De manière plus générale, c’est le jeu du format de cette collection Discogonie mais n’aurait-tu pas souhaité pouvoir t’étendre plus longuement sur la brève carrière de Television ? Je veux dire que Television a sorti peu de disques tout en étant devenu culte, il aurait donc été intéressant de parler du second album raté alors que les mêmes morceaux live de la tournée de 1978 sont très bon et bien sûr de ce dernier album lors de la reformation en 1992 sans compter des inédits comme le très beau Persia.

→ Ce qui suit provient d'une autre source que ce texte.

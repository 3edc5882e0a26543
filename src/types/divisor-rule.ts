/**
 * The exact divisor rule for theta quotients in one variable (MATH.md §3; after
 * Gritsenko–Skoruppa–Zagier, *Theta blocks*, 2019). In the torus C/(Zτ+Z) the zeros
 * of ϑ(τ, a z) are exactly the a-torsion points, all simple (ϑ(τ, ·) has one simple
 * zero per period parallelogram, at the lattice points). Hence Π ϑ(τ, a_i z)^{e_i}
 * has order Σ_{i : d | a_i} e_i at every point of exact order d, and the quotient is
 * holomorphic in z iff that sum is ≥ 0 for every d ≥ 1. Only divisors of some a_i
 * can give a non-zero sum, so finitely many d are checked. η-powers have no zeros
 * and do not enter. The lowest q-slice plays no part (MATH.md §3).
 */
import { divisors } from '../forms/divisor-sums.js';

export interface ThetaFactor {
  /** a in ϑ(τ, a z), a ≥ 1 (signs are pulled out as constants, a = 0 is the zero function). */
  readonly a: number;
  readonly exponent: number;
}

export interface DivisorRuleResult {
  readonly holomorphic: boolean;
  /** When not holomorphic: a torsion order d with negative order, and that order. */
  readonly pole?: { readonly d: number; readonly order: number };
}

/** The order of Π ϑ(a_i z)^{e_i} at a point of exact order d. */
export function orderAtTorsion(factors: readonly ThetaFactor[], d: number): number {
  let s = 0;
  for (const f of factors) if (f.a % d === 0) s += f.exponent;
  return s;
}

export function thetaQuotientHolomorphic(factors: readonly ThetaFactor[]): DivisorRuleResult {
  const candidates = new Set<number>();
  for (const f of factors) for (const d of divisors(f.a)) candidates.add(d);
  for (const d of [...candidates].sort((x, y) => x - y)) {
    const order = orderAtTorsion(factors, d);
    if (order < 0) return { holomorphic: false, pole: { d, order } };
  }
  return { holomorphic: true };
}
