package org.wavewarden.compare.rank;

/**
 * Exact permutation null distributions of the rank statistics for small samples without ties.
 *
 * <p>Counts are built by adding non-negative terms only (subset-sum recursions), so tail probabilities keep full
 * relative precision; the lower tail of U is the number of m-subsets of the ranks 1..m+n whose sum is small
 * (Mann &amp; Whitney 1947), the lower tail of V the number of subsets of 1..n with a small sum (Wilcoxon 1945).
 */
final class ExactNullDistributions {

    private ExactNullDistributions() {
    }

    /** Probability of each value 0..m*n of the Mann-Whitney U for samples of sizes m and n. */
    static double[] mannWhitney(int m, int n) {
        int big = m + n;
        int maxSum = 0;
        for (int r = big - m + 1; r <= big; r++) {
            maxSum += r;
        }
        // ways[k][s]: number of k-subsets of the ranks seen so far with rank sum s
        double[][] ways = new double[m + 1][maxSum + 1];
        ways[0][0] = 1;
        for (int r = 1; r <= big; r++) {
            for (int k = Math.min(r, m); k >= 1; k--) {
                double[] to = ways[k];
                double[] from = ways[k - 1];
                for (int s = maxSum; s >= r; s--) {
                    to[s] += from[s - r];
                }
            }
        }
        int offset = m * (m + 1) / 2;
        double[] p = new double[m * n + 1];
        double total = 0;
        for (int u = 0; u <= m * n; u++) {
            p[u] = ways[m][u + offset];
            total += p[u];
        }
        for (int u = 0; u <= m * n; u++) {
            p[u] /= total;
        }
        return p;
    }

    /** Probability of each value 0..n(n+1)/2 of the signed-rank V for n non-zero differences. */
    static double[] signedRank(int n) {
        int maxSum = n * (n + 1) / 2;
        double[] ways = new double[maxSum + 1];
        ways[0] = 1;
        for (int r = 1; r <= n; r++) {
            for (int s = maxSum; s >= r; s--) {
                ways[s] += ways[s - r];
            }
        }
        double total = Math.pow(2, n);
        for (int s = 0; s <= maxSum; s++) {
            ways[s] /= total;
        }
        return ways;
    }

    /**
     * Two-sided p-value as R's {@code wilcox.test} forms it from a discrete symmetric null: twice the smaller tail
     * that contains the observed value, capped at 1.
     */
    static double twoSided(double[] p, int observed, double centre) {
        double tail = 0;
        if (observed > centre) {
            for (int s = observed; s < p.length; s++) {
                tail += p[s];
            }
        } else {
            for (int s = 0; s <= observed; s++) {
                tail += p[s];
            }
        }
        return Math.min(1.0, 2 * tail);
    }
}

 Comme tu le dis, les règles du jeu imposaient le périmètre et c'était accepté. Contrairement à toi, je ne pense pas qu'Adventure soit raté, au contraire. D'ailleurs certains titres de ce deuxième album existaient à l'époque de Marquee Moon et auraient pu avoir leur place sur ce premier disque. On sait que des arbitrages ont du être fait par Verlaine à l'époque. Ce que j'appelle “ la brève histoire de Television ” telle que je la raconte dans le livre est avant tout une manière d'amener le lecteur à comprendre le contexte dans lequel Marquee Moon est né, comment Verlaine et Hell sont arrivés à New York et par quelles rencontres et coups de pouce du destin l'album a pris forme. Aller au-delà aurait au mieux créé un anachronisme par rapport au sujet initial, au pire une frustration que je ne puisse pas parler des autres disques avec autant de détails, à moins de faire un livre pour chacun d'entre eux. Comme je l'ai dit, j'aime beaucoup Adventure même si la symbolique que portent ses titres est bien moins puissante que celle présente dans Marquee Moon. Quant au disque de la reformation de 1992, Television, il est surtout intéressant pour juger de l'évolution musicale de Verlaine qui entre-temps a sorti des albums solos.

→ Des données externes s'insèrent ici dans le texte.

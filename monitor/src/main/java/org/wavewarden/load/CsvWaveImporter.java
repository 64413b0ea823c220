package org.wavewarden.load;

import org.postgresql.PGConnection;
import org.postgresql.copy.PGCopyOutputStream;
import org.postgresql.util.PSQLException;
import org.wavewarden.codebook.DatasetCodebook;
import org.wavewarden.config.ConfigException;
import org.wavewarden.config.Identifiers;
import org.wavewarden.config.Identifiers.TableName;
import org.wavewarden.config.Suggest;
import org.wavewarden.deliver.DataText;

import java.io.BufferedWriter;
import java.io.FilterInputStream;
import java.io.IOException;
import java.io.InputStream;
import java.io.OutputStreamWriter;
import java.io.PrintWriter;
import java.io.Writer;
import java.nio.charset.Charset;
import java.nio.charset.IllegalCharsetNameException;
import java.nio.charset.StandardCharsets;
import java.nio.charset.UnsupportedCharsetException;
import java.nio.file.Files;
import java.nio.file.Path;
import java.sql.Connection;
import java.sql.PreparedStatement;
import java.sql.ResultSet;
import java.sql.SQLException;
import java.sql.Statement;
import java.util.ArrayList;
import java.util.HashMap;
import java.util.List;
import java.util.Locale;
import java.util.Map;
import java.util.TreeMap;
import java.util.function.IntPredicate;
import java.util.function.LongConsumer;
import java.util.regex.Matcher;
import java.util.regex.Pattern;
import java.util.zip.GZIPInputStream;
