package org.wavewarden.deliver.html;

import org.wavewarden.compare.domain.Breakdown;
import org.wavewarden.deliver.BreakdownView;
import org.wavewarden.judge.Finding;

import java.util.List;

import static org.wavewarden.deliver.html.Html.esc;

/**
 * A finding's "Where it changed" tables in HTML, for the digest and the console's finding page alike: one table per
 * breakdown column, its heterogeneity test, its overall split and what was not compared. Every string is escaped
 * (a domain label is data, never markup), and no element carries an inline style or script, so the console's
 * content security policy holds; the look comes from the {@code where} classes of {@link HtmlDigest#CSS}, which the
 * console's style sheet includes.
 */
public final class WhereTables {

    private WhereTables() {
    }

    /**
     * The section of a finding's breakdowns, or the empty string when it has none.
     *
     * @param confidence the intervals' confidence (1 - the run's alpha), or NaN when the page does not know it
     */
    public static String html(Finding f, String baselineWave, String currentWave, double confidence) {
        return html(f.breakdowns(), baselineWave, currentWave, confidence);
    }

    /** The same for a list of breakdowns. */
    public static String html(List<Breakdown> breakdowns, String baselineWave, String currentWave,
                              double confidence) {
        if (breakdowns.isEmpty()) {
            return "";
        }
        StringBuilder h = new StringBuilder();
        h.append("<section class=\"where\"><h3>Where it changed</h3>\n");
        for (Breakdown b : breakdowns) {
            table(h, BreakdownView.of(b, baselineWave, currentWave, confidence), b, confidence);
        }
        h.append("</section>\n");
        return h.toString();
    }

    private static void table(StringBuilder h, BreakdownView v, Breakdown b, double confidence) {
        // Marked for a reader's eye and for tests when the change differs across domains at the run's alpha.
        boolean significant = b.qValue() != null && !Double.isNaN(confidence) && b.qValue() < 1 - confidence;
        h.append("<div class=\"scroll\"><table class=\"where-table\" data-column=\"").append(esc(b.column()))
                .append("\"").append(significant ? " data-differs=\"yes\"" : "").append("><caption>")
                .append(esc(capitalised(v.title()))).append("</caption>\n<thead><tr>");
        for (String heading : v.headings()) {
            h.append("<th scope=\"col\">").append(esc(heading)).append("</th>");
        }
        h.append("</tr></thead>\n<tbody>");
        for (List<String> row : v.rows()) {
            h.append("<tr><th scope=\"row\">").append(esc(row.get(0))).append("</th>");
            for (String cell : row.subList(1, row.size())) {
                h.append("<td class=\"num\">").append(esc(cell)).append("</td>");
            }
            h.append("</tr>\n");
        }
        h.append("</tbody></table></div>\n");
        h.append("<p class=\"where-test\">").append(esc(v.test())).append("</p>\n");
        h.append("<p class=\"where-overall\">").append(esc(v.overall())).append(' ')
                .append("<span class=\"where-method\">").append(esc(capitalised(v.method()))).append(".</span></p>\n");
        if (!v.notes().isEmpty()) {
            h.append("<ul class=\"where-notes\">");
            v.notes().forEach(n -> h.append("<li>").append(esc(n)).append("</li>"));
            h.append("</ul>\n");
        }
    }

    private static String capitalised(String s) {
        return s == null || s.isEmpty() ? "" : Character.toUpperCase(s.charAt(0)) + s.substring(1);
    }
}
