package org.wavewarden.store;

import org.jdbi.v3.core.Jdbi;
import org.wavewarden.judge.Finding;
import org.wavewarden.review.AlertState;
import org.wavewarden.review.AlertView;
import org.wavewarden.review.ReviewEntry;
import org.wavewarden.review.SignOff;

import java.time.Instant;
import java.util.Comparator;
import java.util.List;
import java.util.Map;
import java.util.Objects;
import java.util.Optional;

/**
 * What the web console reads from the results schema, one bounded number of statements per page whatever the
 * history's size (no statement per row): the datasets overview, a dataset's variables-by-waves grid, a finding with
 * its trend and alert history, a wave with its alerts and sign-offs, and search by variable name.
 *
 * <p>A wave's findings are those of its current run: the latest run of the (dataset, wave) that is not superseded.
 * Waves are returned in the order the caller's comparator gives (the dataset's configured wave order).
 */
public final class ConsoleReads {

    private final Jdbi jdbi;
    private final String schema;

    public ConsoleReads(Jdbi jdbi, String schema) {
        this.jdbi = Objects.requireNonNull(jdbi, "jdbi");
        this.schema = Objects.requireNonNull(schema, "schema");
    }

    /**
     * One dataset as the overview shows it.
     *
     * @param lastWave      the wave of the latest current run, or null before the first run
     * @param lastJudgedAt  when that run finished, or null
     * @param wavesJudged   waves with a current run
     * @param openByVerdict open alerts by verdict key (MATERIAL, UNCERTAIN, ...; "none" for a finding without one)
     * @param byState       alerts of current runs by state
     * @param lastSignOff   the latest sign-off of any wave, or null
     * @param lastWaveSignedOff whether {@code lastWave} has a sign-off
     */
    public record DatasetSummary(String dataset, String lastWave, Instant lastJudgedAt, int wavesJudged,
                                 Map<String, Integer> openByVerdict, Map<AlertState, Integer> byState,
                                 SignOff lastSignOff, boolean lastWaveSignedOff) {
        public DatasetSummary {
            openByVerdict = Map.copyOf(openByVerdict);
            byState = Map.copyOf(byState);
        }
    }

    /** Which findings a grid shows: null for any. */
    public record GridFilter(String kind, String verdict) {
        public static final GridFilter ANY = new GridFilter(null, null);
    }

    /**
     * One variable in one wave: the most urgent of its findings that pass the filter (MATERIAL before UNCERTAIN before
     * MINOR before STABLE, then a finding without a verdict), with how many findings it stands for.
     *
     * @param alertState the state of the alert on this variable in this wave, or null when none
     */
    public record GridCell(long findingId, String kind, String verdict, int findings, AlertState alertState) {
        /** No finding of this variable in this wave. */
        public static final GridCell EMPTY = new GridCell(0, null, null, 0, null);

        public boolean empty() {
            return findingId == 0;
        }
    }

    /** A variable's cells, one per wave of {@link Grid#waves()} in that order ({@link GridCell#EMPTY} for none). */
    public record GridRow(String variable, String label, List<GridCell> cells) {
        public GridRow {
            cells = List.copyOf(cells);
        }
    }

    /**
     * @param kinds every finding kind present in the dataset (for the filter's choices), in a stable order
     */
    public record Grid(String dataset, List<String> waves, List<GridRow> rows, List<String> kinds) {
        public Grid {
            waves = List.copyOf(waves);
            rows = List.copyOf(rows);
            kinds = List.copyOf(kinds);
        }
    }

    /**
     * The same variable and kind in one wave: the effect with its interval, and where the finding's detail has one,
     * the current wave's level (share, mean, median) with its interval.
     */
    public record TrendPoint(String wave, long findingId, String verdict, String effectName, Double estimate,
                             Double low, Double high, Double threshold, String levelName, Double level,
                             Double levelLow, Double levelHigh) {
    }

    /**
     * A finding page's data.
     *
     * @param alert   the alert the finding belongs to (its lead or one of its other findings), or null
     * @param history that alert's actions in order, empty when there is no alert
     * @param trend   the same variable and kind across every wave with a current run, in wave order
     */
    public record FindingView(long findingId, long runId, String dataset, String wave, String againstWave,
                              Finding finding, AlertView alert, List<ReviewEntry> history, List<TrendPoint> trend) {
        public FindingView {
            history = List.copyOf(history);
            trend = List.copyOf(trend);
        }
    }

    /**
     * A wave page's data.
     *
     * @param runId       the current run, or 0 when the wave has none
     * @param alerts      the alerts of the current run (all states)
     * @param signOffs    every sign-off of the wave, oldest first
     */
    public record WaveView(String dataset, String wave, String againstWave, long runId, Instant judgedAt,
                           String configFingerprint, String toolVersion, int findings, List<AlertView> alerts,
                           List<SignOff> signOffs) {
        public WaveView {
            alerts = List.copyOf(alerts);
            signOffs = List.copyOf(signOffs);
        }
    }

    /** A variable whose name or label matched, with its latest current finding. */
    public record SearchHit(String dataset, String variable, String label, String lastWave, long findingId,
                            String verdict) {
    }

    /** Every dataset with results, by name. */
    public List<DatasetSummary> datasets() {
        throw new UnsupportedOperationException("not yet");
    }

    /** The grid of {@code dataset}, waves ordered by {@code waveOrder}. */
    public Grid grid(String dataset, GridFilter filter, Comparator<String> waveOrder) {
        throw new UnsupportedOperationException("not yet");
    }

    public Optional<FindingView> finding(long findingId, Comparator<String> waveOrder) {
        throw new UnsupportedOperationException("not yet");
    }

    public Optional<WaveView> wave(String dataset, String wave) {
        throw new UnsupportedOperationException("not yet");
    }

    /** Variables whose name or label contains {@code text} (case-insensitive, as text, never a pattern). */
    public List<SearchHit> search(String text, int limit) {
        throw new UnsupportedOperationException("not yet");
    }
}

Aimerais-tu d’ailleurs consacrer un livre entier à Television ?

Je pense, et ça n'engage que moi, que la période la plus intéressante d'un point de vue musical, sociétal et quelque part philosophique est celle qui court jusqu'au début des années 80, donc Marquee Moon, Adventure et bien sûr les lives qui ont suivi, notamment le superbe Blow Up sorti en 1982 mais avec les bandes d'un concert de 1978, et qui contient tous les titres importants de Marquee Moon et d'Adventure ainsi que des reprises très intéressantes de Knockin' on Heaven's Door, Satisfaction et Fire Engine des 13th Floor Elevators (renommé Blow Up). On y retrouve également un titre très “verlainien” : Little Johnny Jewel qui apparaît sur la réédition en CD de l'album en 2003, ce qui m'a permis de l'inclure dans le livre en « extra ». Quant à la tentation d'un livre sur Television ? Je pense que je n'aurais pas assez du reste de ma vie pour faire ce travail, même s'il est commencé avec ce volume sur Marquee Moon. Television s'inscrit au carrefour de plusieurs disciplines artistiques dans un contexte de bouillon culturel intense. Retisser les liens qu'entretenaient Verlaine, Hell, Lloyd, Ficca et Smith avec poètes, musiciens et peintres serait aussi important que d'essayer de déchiffrer les messages codés que Verlaine a disséminé dans les chansons. Peut-être dans une autre vie...


Pour finir, as-tu un autre livre en cours ou en prévision de sortie ?

J'ai un deuxième livre en cours sur le collectif anglais Archive (après Archive – Livret de Famille » sorti en 2022 chez Camion Blanc). Une fois terminé, après sans doute une pause, j'aimerais recommencer l'exercice qui consiste à m'intéresser exclusivement à un album. Petit indice, le disque qui m'intéresserait pour cela est sorti deux ans après Marquee Moon.